India’s real estate sector will be among the worst hit by the Reserve Bank of India’s decision to raise key interest rates, experts have said. The rise will have a severe impact on both developers and home buyers.
Each of the last 10 repo rate hikes has meant a higher interest rate for home loans as well as project loans to developers and now the things have come to a pass where the demand for houses and other realty products may slow down. This is 11th time in the last 17 months that the RBI rates have been increased.
Lalit Kumar Jain, National President of the Confederation of Real Estate Developers Associations of India (CREDAI) has said that the RBI move to raise the repo rate by 50 basis points comes as a shock for the realty industry.
Jain, also the Chairman and Managing Director of Kumar Urban Development Limited, added, “The cost of funding is going be higher as banks are bound to increase their lending rates.”
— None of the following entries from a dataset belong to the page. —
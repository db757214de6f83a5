"""The command line as users meet it: exit codes, one-line errors, outputs."""

import json
import subprocess
import sys

import numpy as np
import pandas as pd
import pytest

from driftloop.cli import main


def _track_csv(path, n=48, lat0=45.0, lon0=-30.0, extra_rows=()):
    """Write a smooth hourly open-ocean track (about 0.1 m/s eastward)."""
    times = pd.date_range("2026-03-01T00:00:00Z", periods=n, freq="h")
    lon = lon0 + 0.0013 * np.arange(n)  # ~ 0.1 m/s at 45 N
    lines = ["drifter,time,lat,lon"]
    lines += [
        f"D1,{t.strftime('%Y-%m-%dT%H:%M:%SZ')},{lat0:.6f},{x:.6f}"
        for t, x in zip(times, lon, strict=True)
    ]
    lines += list(extra_rows)
    path.write_text("\n".join(lines) + "\n")
    return path


def _data_rows(path):
    return sum(1 for line in path.read_text().splitlines()[1:] if line.strip())


def run(args, capsys):
    code = main([str(a) for a in args])
    out, err = capsys.readouterr()
    return code, out, err


def test_help_shows_examples_and_caution(capsys):
    with pytest.raises(SystemExit) as info:
        main(["analyse", "--help"])
    out = capsys.readouterr().out
    assert info.value.code == 0
    assert "examples:" in out and "driftloop analyse" in out
    assert "not an operational search-and-rescue" in " ".join(out.split())


def test_missing_out_is_bad_usage_exit_2(tmp_path, capsys):
    with pytest.raises(SystemExit) as info:
        main(["analyse", str(_track_csv(tmp_path / "t.csv"))])
    assert info.value.code == 2
    assert "--out" in capsys.readouterr().err


def test_good_run_accounts_for_every_row(tmp_path, capsys):
    src = _track_csv(tmp_path / "t.csv")
    code, out, err = run(["analyse", src, "--out", tmp_path / "run", "--no-land-test"], capsys)
    assert code == 0, err
    fixes = pd.read_csv(tmp_path / "run" / "fixes.csv")
    assert len(fixes) == _data_rows(src)
    summary = json.loads((tmp_path / "run" / "summary.json").read_text())
    assert summary["accounting"] == {"rows_in": 48, "rows_out": 48, "balanced": True}
    assert summary["release"]["by_flag"]["pass"] == 48
    assert "SAR" in out


def test_unparseable_time_is_kept_and_reported_once(tmp_path, capsys):
    src = _track_csv(tmp_path / "t.csv", extra_rows=["D1,yesterday noon,45.0,-29.9"])
    code, _, err = run(["qc", src, "--out", tmp_path / "run", "--no-land-test"], capsys)
    assert code == 0
    fixes = pd.read_csv(tmp_path / "run" / "fixes.csv", keep_default_na=False)
    bad = fixes[fixes["source_row"] == 50]
    assert len(fixes) == 49
    assert bad["qc_flag"].item() == 4 and "unparseable" in bad["qc_reasons"].item()
    assert "yesterday noon" in bad["raw"].item()
    warning = [line for line in err.splitlines() if "warning" in line]
    assert len(warning) == 1
    assert "t.csv" in warning[0] and "row 50" in warning[0] and "time" in warning[0]


def test_strict_turns_a_bad_value_into_exit_1(tmp_path, capsys):
    src = _track_csv(tmp_path / "t.csv", extra_rows=["D1,2026-03-03T00:00:00Z,95.0,-29.9"])
    code, _, err = run(["qc", src, "--out", tmp_path / "run", "--strict", "--no-land-test"],
                       capsys)
    assert code == 1
    assert len(err.strip().splitlines()) == 1
    assert "t.csv" in err and "row 50" in err and "'lat'" in err and "95" in err
    assert "Traceback" not in err
    assert not (tmp_path / "run" / "fixes.csv").exists()


def test_lat_95_without_strict_is_flagged_not_fatal(tmp_path, capsys):
    src = _track_csv(tmp_path / "t.csv", extra_rows=["D1,2026-03-03T00:00:00Z,95.0,-29.9"])
    code, _, _ = run(["qc", src, "--out", tmp_path / "run", "--no-land-test"], capsys)
    assert code == 0
    fixes = pd.read_csv(tmp_path / "run" / "fixes.csv", keep_default_na=False)
    assert fixes.loc[fixes["lat"] == 95.0, "qc_reasons"].item() == "lat_out_of_range"


@pytest.mark.parametrize(
    ("content", "expected"),
    [
        ("", "empty"),
        ("drifter,time,lat,lon\n", "no data rows"),
        ("drifter,when,lat,lon\nD1,2026-03-01T00:00:00Z,45,-30\n", "time"),
    ],
)
def test_bad_files_give_one_line_and_exit_1(tmp_path, capsys, content, expected):
    src = tmp_path / "bad.csv"
    src.write_text(content)
    code, _, err = run(["analyse", src, "--out", tmp_path / "run"], capsys)
    assert code == 1
    lines = err.strip().splitlines()
    assert len(lines) == 1 and lines[0].startswith("driftloop: error: ")
    assert "bad.csv" in lines[0] and expected in lines[0]
    assert not (tmp_path / "run" / "fixes.csv").exists()


def test_binary_junk_gives_one_line(tmp_path, capsys):
    src = tmp_path / "junk.csv"
    src.write_bytes(bytes(range(256)) * 4)
    code, _, err = run(["analyse", src, "--out", tmp_path / "run"], capsys)
    assert code == 1 and len(err.strip().splitlines()) == 1 and "junk.csv" in err


def test_unknown_suffix_and_missing_file(tmp_path, capsys):
    (tmp_path / "t.xlsx").write_bytes(b"PK")
    code, _, err = run(["analyse", tmp_path / "t.xlsx", "--out", tmp_path / "r"], capsys)
    assert code == 1 and "unknown file type" in err
    code, _, err = run(["analyse", tmp_path / "nope.csv", "--out", tmp_path / "r"], capsys)
    assert code == 1 and "no such file" in err


def test_out_refuses_a_foreign_non_empty_folder(tmp_path, capsys):
    src = _track_csv(tmp_path / "t.csv")
    foreign = tmp_path / "foreign"
    foreign.mkdir()
    (foreign / "notes.txt").write_text("keep me")
    code, _, err = run(["qc", src, "--out", foreign, "--no-land-test"], capsys)
    assert code == 1 and "--overwrite" in err
    assert (foreign / "notes.txt").read_text() == "keep me"
    # a previous driftloop run may be written over
    run_dir = tmp_path / "run"
    assert run(["qc", src, "--out", run_dir, "--no-land-test"], capsys)[0] == 0
    assert run(["qc", src, "--out", run_dir, "--no-land-test"], capsys)[0] == 0


def test_inputs_are_never_overwritten(tmp_path, capsys):
    folder = tmp_path / "data"
    folder.mkdir()
    src = _track_csv(folder / "fixes.csv")
    before = src.read_bytes()
    code, _, err = run(["qc", src, "--out", folder, "--overwrite", "--no-land-test"], capsys)
    assert code == 1 and "input" in err
    assert src.read_bytes() == before


def test_config_file_values_are_recorded(tmp_path, capsys):
    src = _track_csv(tmp_path / "t.csv")
    cfg = tmp_path / "c.toml"
    cfg.write_text("[qc]\nspeed_fail_m_s = 2.75\nland_test = false\n")
    code, _, _ = run(["qc", src, "--out", tmp_path / "run", "--config", cfg], capsys)
    assert code == 0
    summary = json.loads((tmp_path / "run" / "summary.json").read_text())
    assert summary["provenance"]["parameters"]["qc"]["speed_fail_m_s"] == 2.75
    meta = json.loads((tmp_path / "run" / "fixes.csv-metadata.json").read_text())
    assert meta["notes"][0]["parameters"]["qc"]["speed_fail_m_s"] == 2.75


def test_bad_config_exit_1_naming_key(tmp_path, capsys):
    src = _track_csv(tmp_path / "t.csv")
    cfg = tmp_path / "c.toml"
    cfg.write_text("[qc]\nspeed_limit = 2\n")
    code, _, err = run(["qc", src, "--out", tmp_path / "run", "--config", cfg], capsys)
    assert code == 1 and "qc.speed_limit" in err and "c.toml" in err


def test_bad_columns_option_exit_1(tmp_path, capsys):
    src = _track_csv(tmp_path / "t.csv")
    code, _, err = run(["qc", src, "--out", tmp_path / "r", "--columns", "depth=z"], capsys)
    assert code == 1 and "unknown role 'depth'" in err


def test_installed_script_and_module_form_agree(tmp_path):
    src = _track_csv(tmp_path / "t.csv")
    for i, prefix in enumerate([["driftloop"], [sys.executable, "-m", "driftloop"]]):
        done = subprocess.run(
            [*prefix, "qc", str(src), "--out", str(tmp_path / f"r{i}"), "--no-land-test",
             "--quiet"],
            capture_output=True, text=True, check=False,
        )
        assert done.returncode == 0, done.stderr
        assert done.stdout == ""
    first, second = (tmp_path / f"r{i}" / "fixes.csv" for i in range(2))
    assert first.read_bytes() == second.read_bytes()
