def test_run_writes_every_output_and_they_read_back(release, tmp_path):
    import geopandas as gpd
    from matplotlib.image import imread

    obs, runs, obs_path, mod_path = release
    out = tmp_path / "out"
    config = SkillConfig(windows_h="24,48")
    result = run_skill(obs_path, mod_path, out, config, qc_config=NO_LAND)
    names = sorted(p.name for p in out.iterdir())
    assert names == sorted(["separation.csv", "separation.csv-metadata.json", "skill.csv",
                            "skill.csv-metadata.json", "skill.json", "skill.geojson",
                            "skill.png", "provenance.json"])
    # four runs found in one file by the time going back
    assert sorted(r["run_id"] for r in result.summary["runs"]) == [
        "D1@run#1", "D1@run#2", "D1@run#3", "D1@run#4"]
    sep = pd.read_csv(out / "separation.csv")
    assert len(sep) == len(result.separation) and sep["separation_m"].max() > 1000
    skill = pd.read_csv(out / "skill.csv")
    assert set(skill["window_h"]) == {24.0, 48.0}
    info = json.loads((out / "skill.json").read_text())
    assert info["provenance"]["software"] == "driftloop"
    assert info["provenance"]["parameters"]["skill"]["windows_h"] == "24,48"
    assert "research tool" in info["caution"]
    assert info["windows"]["24"]["scored"] == 4
    assert info["windows"]["48"]["scored"] == 2  # starts at 0 and 48 h
    # the runs released at 24 and 72 h are not on the 48-h schedule, and say so
    assert info["windows"]["48"]["runs_off_schedule"] == ["D1@run#2", "D1@run#4"]
    assert info["drifters"]["D1"]["windows"]["24"]["runs_off_schedule"] == []
    # GeoJSON (RFC 7946): no crs member, [lon, lat] order, 6 decimals, Z times
    geo = json.loads((out / "skill.geojson").read_text())
    assert geo["type"] == "FeatureCollection" and "crs" not in geo
    observed = [f for f in geo["features"] if f["properties"]["kind"] == "observed"]
    first = observed[0]["geometry"]["coordinates"][0]
    assert first == [round(obs["lon"].iloc[0], 6), round(obs["lat"].iloc[0], 6)]
    assert observed[0]["properties"]["start_time"] == "2024-05-01T00:00:00Z"
    kinds = [f["properties"]["kind"] for f in geo["features"]]
    assert kinds.count("modelled") == 4
    assert kinds.count("separation") == int((sep["elapsed_h"] > 0).sum())
    lines = [f for f in geo["features"] if f["properties"]["kind"] == "separation"]
    assert all(f["properties"]["time"].endswith("Z") for f in lines)
    assert all(len(f["geometry"]["coordinates"]) == 2 for f in lines)
    frame = gpd.read_file(out / "skill.geojson")  # GDAL, an independent reader
    assert len(frame) == len(geo["features"]) and frame.crs.to_epsg() == 4326
    image = imread(out / "skill.png")
    assert (out / "skill.png").read_bytes()[:8] == b"\x89PNG\r\n\x1a\n"
    assert image.shape[0] > 300 and image.shape[1] > 600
Jain said the real estate industry is facing a financial crunch and the fund gap over the next five years alone would be as high as $70 billion. “The RBI announcement, therefore, could be detrimental to the growth of the industry and economy,” he said.
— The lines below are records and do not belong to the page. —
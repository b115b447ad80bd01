import { describe, expect, it } from "vitest";
import { chargePlan, evaluateBuild } from "@/lib/retrofit";
import { inspection, lantern } from "./fixtures/builds";

describe("pack, runtime and charge time against trade check values", () => {
  const r = evaluateBuild(inspection(), { skipWarmup: true, skipWhatItTakes: true });

  it("four 2000 mAh cells in parallel make 8000 mAh at the cell's voltage (common practice)", () => {
    const p = r.electrical.pack!;
    expect(p.capacityMAh).toBeCloseTo(8000, 6);
    expect(p.nominalVoltage.value).toBeCloseTo(3.7, 9);
    // E = 3.7 V · 8 Ah = 29.6 Wh
    expect(p.energyWh.value).toBeCloseTo(29.6, 6);
  });

  const linear1A = { name: "c", specs: { topology: "linear" as const, chargeCurrentA: 1, inputVoltageV: 5 }, curves: {} };
  it("a gentle charge, 3 A into 8 Ah (≈ 0.37C), takes about 3 h (common practice: a gentle Li-ion charge takes about 3 h)", () => {
    const c = chargePlan(linear1A, 3, r.electrical.pack!);
    expect(c.currentA).toBeCloseTo(3, 9); // three 1 A chargers in parallel
    // Q/I = 8 Ah / 3 A = 2.667 h — the naive figure
    expect(c.capacityOverCurrentH).toBeCloseTo(8 / 3, 6);
    expect(c.totalHours.value!).toBeGreaterThanOrEqual(2.7);
    expect(c.totalHours.value!).toBeLessThanOrEqual(3.5);
    // Most of a gentle charge time is spent at constant current.
    expect(c.ccHours.value!).toBeGreaterThan(0.5 * c.totalHours.value!);
    // The trace states the taper model.
    expect(c.totalHours.trace.equation).toContain("e^(−t/τ)");
  });

  it("a 1C charge takes roughly 2–3 h in all, and its constant-voltage tail is a larger share than a gentle charge's (common practice)", () => {
    const pack = r.electrical.pack!;
    // Eight 1 A chargers into 8 Ah: 1C.
    const fast = chargePlan({ name: "c", specs: { topology: "switching", chargeCurrentA: 1, inputVoltageV: 5, efficiency: 0.9 }, curves: {} }, 8, pack);
    expect(fast.currentA).toBeCloseTo(8, 9);
    expect(fast.totalHours.value!).toBeGreaterThanOrEqual(2);
    expect(fast.totalHours.value!).toBeLessThanOrEqual(3);
    const gentle = chargePlan(linear1A, 3, pack);
    expect(fast.cvHours / fast.totalHours.value!).toBeGreaterThan(gentle.cvHours / gentle.totalHours.value!);
    // Not the constant share of before: total ÷ (capacity/current) grows with the rate.
    expect(fast.totalHours.value! / fast.capacityOverCurrentH).toBeGreaterThan(gentle.totalHours.value! / gentle.capacityOverCurrentH);
  });

  it("a 1 A linear charger from 5 V into a 3.7 V cell dissipates about 1.3 W; three of them 3.9 W (common practice)", () => {
    // (V_in − V_bat)·I = (5 − 3.7)·1 = 1.3 W per charger
    expect(chargePlan(linear1A, 3, r.electrical.pack!).lossW.value).toBeCloseTo(3 * 1.3, 9);
    const one = chargePlan({ name: "c", specs: { topology: "linear", chargeCurrentA: 1, inputVoltageV: 5 }, curves: {} }, 1, r.electrical.pack!);
    expect(one.lossW.value).toBeCloseTo(1.3, 9);
  });

  it("three linear chargers in the closed tube reach their die regulation (about 120 °C, from memory of typical datasheets) and throttle: less current, a longer charge, the board held at the regulation temperature", () => {
    const c = r.electrical.charge!;
    expect(c.throttle).not.toBeNull();
    expect(c.currentA).toBeLessThan(c.ratedCurrentA);
    expect(c.totalHours.value!).toBeGreaterThan(c.throttle!.ratedHours);
    const board = r.scenarios.find((s) => s.kind === "charging")!.thermal!.temperaturesC.charger!;
    expect(Math.abs(board - 120)).toBeLessThan(0.5);
    expect(r.problems.some((p) => p.field === "pack.charger" && p.message.includes("instead of"))).toBe(true);
    // The same chargers rated to regulate at 180 °C do not throttle here.
    const b = inspection();
    b.pack.charger = { ...b.pack.charger!, specs: { ...b.pack.charger!.specs, regulationTempC: 180 } };
    const hot = evaluateBuild(b, { skipWarmup: true, skipWhatItTakes: true }).electrical.charge!;
    expect(hot.throttle).toBeNull();
    expect(hot.currentA).toBeCloseTo(3, 9);
  });

  it("a switching charger loses P_out·(1/η − 1)", () => {
    // 3.7 V · 2 A = 7.4 W out at 90 %: 7.4·(1/0.9 − 1) = 0.8222 W
    const sw = chargePlan({ name: "c", specs: { topology: "switching", chargeCurrentA: 2, inputVoltageV: 5, efficiency: 0.9 }, curves: {} }, 1, r.electrical.pack!);
    expect(sw.lossW.value).toBeCloseTo(7.4 * (1 / 0.9 - 1), 9);
  });

  it("runtime = 0.9·Q / I_pack with I_pack = P_in / V_pack, and driver loss = P_out·(1/η − 1)", () => {
    const low = r.scenarios.find((s) => s.id === "mode:low")!.mode!;
    // Driver "low": 0.5 A split over two emitters in parallel, η 0.88.
    expect(low.currentPerEmitterA).toBeCloseTo(0.25, 12);
    expect(low.driverLoss.value).toBeCloseTo(low.driveW * (1 / 0.88 - 1), 9);
    const iPack = low.driveW / 0.88 / 3.7;
    expect(low.packCurrentA).toBeCloseTo(iPack, 9);
    expect(low.runtime!.value).toBeCloseTo((0.9 * 8000 * 3.6) / iPack / 3600, 6);
    // Cell heat: 4 cells each at I/4 through 30 mΩ
    expect(low.cellHeat!.value).toBeCloseTo(4 * (iPack / 4) ** 2 * 0.03, 12);
  });

  it("a regulated-power mode holds N·Vf·I at the set power", () => {
    const high = r.scenarios.find((s) => s.id === "mode:high")!.mode!;
    expect(high.driveW).toBeCloseTo(8, 6);
    expect(2 * high.vf.value! * high.currentPerEmitterA).toBeCloseTo(8, 6);
  });

  it("cost summary adds the priced parts and compares with a new light", () => {
    const c = evaluateBuild(lantern(), { skipWarmup: true, skipWhatItTakes: true }).costs;
    // emitter 4 + sink 3 + driver 6 + cell 5 + protection 1 + charger 1 + housing 0 + extras 2 = 22 EUR
    expect(c.totalEur).toBeCloseTo(22, 9);
    expect(c.savingEur).toBeCloseTo(45 - 22, 9);
  });
});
Sanjay Dutt, Chief Executive Officer, Jones Lang LaSalle India said the increase in key short-term lending and borrowing rates was expected, but the magnitude of 50 basis points comes as shock.
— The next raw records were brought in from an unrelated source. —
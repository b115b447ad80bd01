import { describe, expect, it } from "vitest";
import { evaluateBuild } from "@/lib/retrofit";
import { inspection } from "./fixtures/builds";

describe("charger board limit while charging", () => {
  it("checks the charger board against 100 °C (common practice: charger chips throttle near 110–120 °C junction)", () => {
    const r = evaluateBuild(inspection(), { skipWhatItTakes: true });
    const charging = r.scenarios.find((s) => s.kind === "charging");
    const limit = charging?.thermal?.limits.find((l) => l.id === "charger-board");
    expect(limit?.limitC).toBe(100);
    expect(limit?.node).toBe("charger");
    // The verdict follows the charger's own temperature like any other limit.
    const t = charging?.thermal?.temperaturesC.charger ?? Number.NaN;
    expect(limit?.headroomK).toBeCloseTo(100 - t, 9);
    expect(limit?.verdict).toBe(t > 100 ? "over budget" : t > 90 ? "tight" : "within budget");
    // Modes do not carry it: the charger is idle while the light runs.
    expect(r.scenarios.filter((s) => s.kind === "mode").every((s) => !s.thermal?.limits.some((l) => l.id === "charger-board"))).toBe(true);
  });
});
“There is no doubt that inflation is detrimental to the growth of the economy, that it needs to be curbed and that the RBI’s intervention is necessary. However, the Government has been consistently increasing the rate of interest over the last one year. The additional 50 basis point increase is expected to impact growth.”
He added: “Demand for real estate is a factor of economic growth. The sector has now taken a serious body-blow, with the combined onslaught of increased cost of land and construction, eventually making finished real estate products more expensive. Increased mortgage rates will only compromise demand further.”
Dutt said a high-inflation, low-sentiment economic environment may send out signals of instability. “All real estate stakeholders are now at a crossroad. Investors, particularly, will ask themselves serious questions about the right time, place and price to enter real estate. Their primary concerns will be the possibility of decreased demand, and therefore decreased profitability of the projects they invest in. They will have to face the increased risk of having to exit at lower values.”
Residential buyers in cities with higher purchase rates and ticket sizes will be impacted the most. Blue-collar home loan borrowers who have extremely limited budgets and have already been struggling with the high cost of real estate will be hit severely because of this increase of interest rate, Dutt said.
Pradeep Jain, Chairman, Parsvnath Developers Limited, said, “This is 11th time in the last 17 months that rates have been increased and it is evident to all that it has not been material in taming inflation to a desired level. The multiple effect of this is that buyers would continue to be wary and developers would find it difficult to tap funds at reasonable rates of interest.”